8 Comentários para “Um Divã para Dois / Hope Springs”

  1. O filme é bem feito, os atores estão mesmo muito bem, mas eu achei a história meio deprê. Fiquei pensando no porquê das pessoas deixarem o casamento chegar a esse ponto (e não é necessário ter 31 anos de união para tanto) e em como perdem a capacidade de se abraçar e se tocar, etc. É triste também ver como a rotina massacra a vida, e como relacionmentos caem facilmente no automático se não damos uma sacudida de vez em quando (e até quando as mulheres vão ser aquelas que lavam a louça e preparam a comida, desde o café da manhã até o jantar? O Alnord é um típico machista, ainda por cima, um dos piores tipos que existem: os que reclamam do preço do restaurante de uma cidade turística. Aliás, homem que reclama do preço de qualquer coisa é sempre um chato; principalmente porque esse tipo só reclama quando é pra dar alguma coisa para a mulher). Também achei de última, quando na hora dos votos, a Kay disse que ia deixar o cabelo mais comprido porque ele gostava daquele jeito. Acho ridículo uma mulher deixar o cabelo assim ou assado por causa de marido/namorado/ficante. Cabelo é algo tão pessoal, e ela vai deixar para o parceiro escolher o comprimento? Peloamor! Pensando bem, os dois tinham comportamento conservador.

    Não senti empatia pelos personagens, mas fiquei com pena da Kay, em vários momentos. Apesar do lado baixo astral, há mesmo cenas divertidas. Achei que o Steve Carrel, que geralmente faz comédias, está perfeito, soube atuar na medida certa. Um tom a mais ou a menos e o personagem ficaria chato e/ou caricato.

    Gostei de ver a Marin Ireland, apesar do papel pequeno. Assisto a duas séries nas quais ela atua, é uma boa atriz.

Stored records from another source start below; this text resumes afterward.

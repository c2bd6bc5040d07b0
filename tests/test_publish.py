"""Publishing swaps a complete site in, and never harms a folder it did not make."""

import pytest

from factsheet.errors import BuildError
from factsheet.publish import (
    MARKER,
    PLACEHOLDER,
    PLACEHOLDER_TEXT,
    Staging,
    publish,
    replaceable,
)


def site(**files):
    """Site files from keyword arguments; a double underscore stands for a slash."""
    return {name.replace("__", "/"): text.encode() for name, text in files.items()}


def test_publish_replaces_an_earlier_site(tmp_path):
    out = tmp_path / "site"
    publish(site(index_html="one", events__a_html="a"), out)
    publish(site(index_html="two"), out)
    assert (out / "index_html").read_text() == "two"
    assert not (out / "events").exists()
    assert (out / MARKER).exists()
    assert [p.name for p in tmp_path.iterdir()] == ["site"]  # nothing left beside it


def test_placeholder_folder_is_replaceable_and_kept_identical(tmp_path):
    out = tmp_path / "site"
    out.mkdir()
    (out / PLACEHOLDER).write_text(PLACEHOLDER_TEXT)
    publish(site(index_html="x"), out)
    assert (out / PLACEHOLDER).read_text() == PLACEHOLDER_TEXT  # the tracked file stays unchanged


def test_refuses_foreign_folder(tmp_path):
    out = tmp_path / "docs"
    out.mkdir()
    (out / "thesis.tex").write_text("precious")
    with pytest.raises(BuildError, match="did not make"):
        publish(site(index_html="x"), out)
    assert (out / "thesis.tex").read_text() == "precious"
    assert not replaceable(out)
    publish(site(index_html="x"), out, force=True)
    assert not (out / "thesis.tex").exists()


def test_failed_write_leaves_earlier_site(tmp_path):
    out = tmp_path / "site"
    publish(site(index_html="good"), out)
    with pytest.raises(BuildError, match="outside the output folder"):
        publish(site(**{"../evil": "x"}), out)
    assert (out / "index_html").read_text() == "good"
    assert sorted(p.name for p in tmp_path.iterdir()) == ["site"]


def test_tracked_placeholder_is_what_a_build_writes():
    from pathlib import Path

    tracked = Path(__file__).resolve().parents[1] / "site" / PLACEHOLDER
    assert tracked.read_text() == PLACEHOLDER_TEXT  # so a build leaves git status clean


def test_pages_linked_from_the_old_site_are_checked_when_a_file_is_gone(tmp_path):
    out = tmp_path / "site"
    page = b'<a href="b.html">b</a> <img src="fig.svg">'
    publish({"a.html": page, "b.html": b"b", "fig.svg": b"<svg/>"}, out)

    def rebuild(keep_figure: bool) -> Staging:
        staging = Staging(out)
        staging.link(out / "a.html", "a.html", "x")  # taken unchanged from the old site
        staging.write("b.html", b"b, again")
        if keep_figure:
            staging.link(out / "fig.svg", "fig.svg", "y")
        return staging

    with rebuild(keep_figure=True) as staging:
        assert staging._checked_before() == {"a.html"}  # nothing gone: its links still hold
        staging.commit()
    with rebuild(keep_figure=False) as staging:
        assert staging._checked_before() == set()  # a file is gone: every page is checked
        with pytest.raises(BuildError, match=r"fig\.svg"):
            staging.commit()
    assert (out / "fig.svg").read_bytes() == b"<svg/>"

    Enfim, o filme é bom, bem feito, tem seus pontos positivos, mas talvez pela falta de identificação acho que não é algo que eu veria de novo.

  2. gostei demais!!! é um filme simples de pessoas reais com problemas reais e até comuns entre casais mais velhos que se amam mas deixaram de declarar o seu amor!!!! adorei as performances de meryl e tommy e o terapeuta são d+++++!!!!!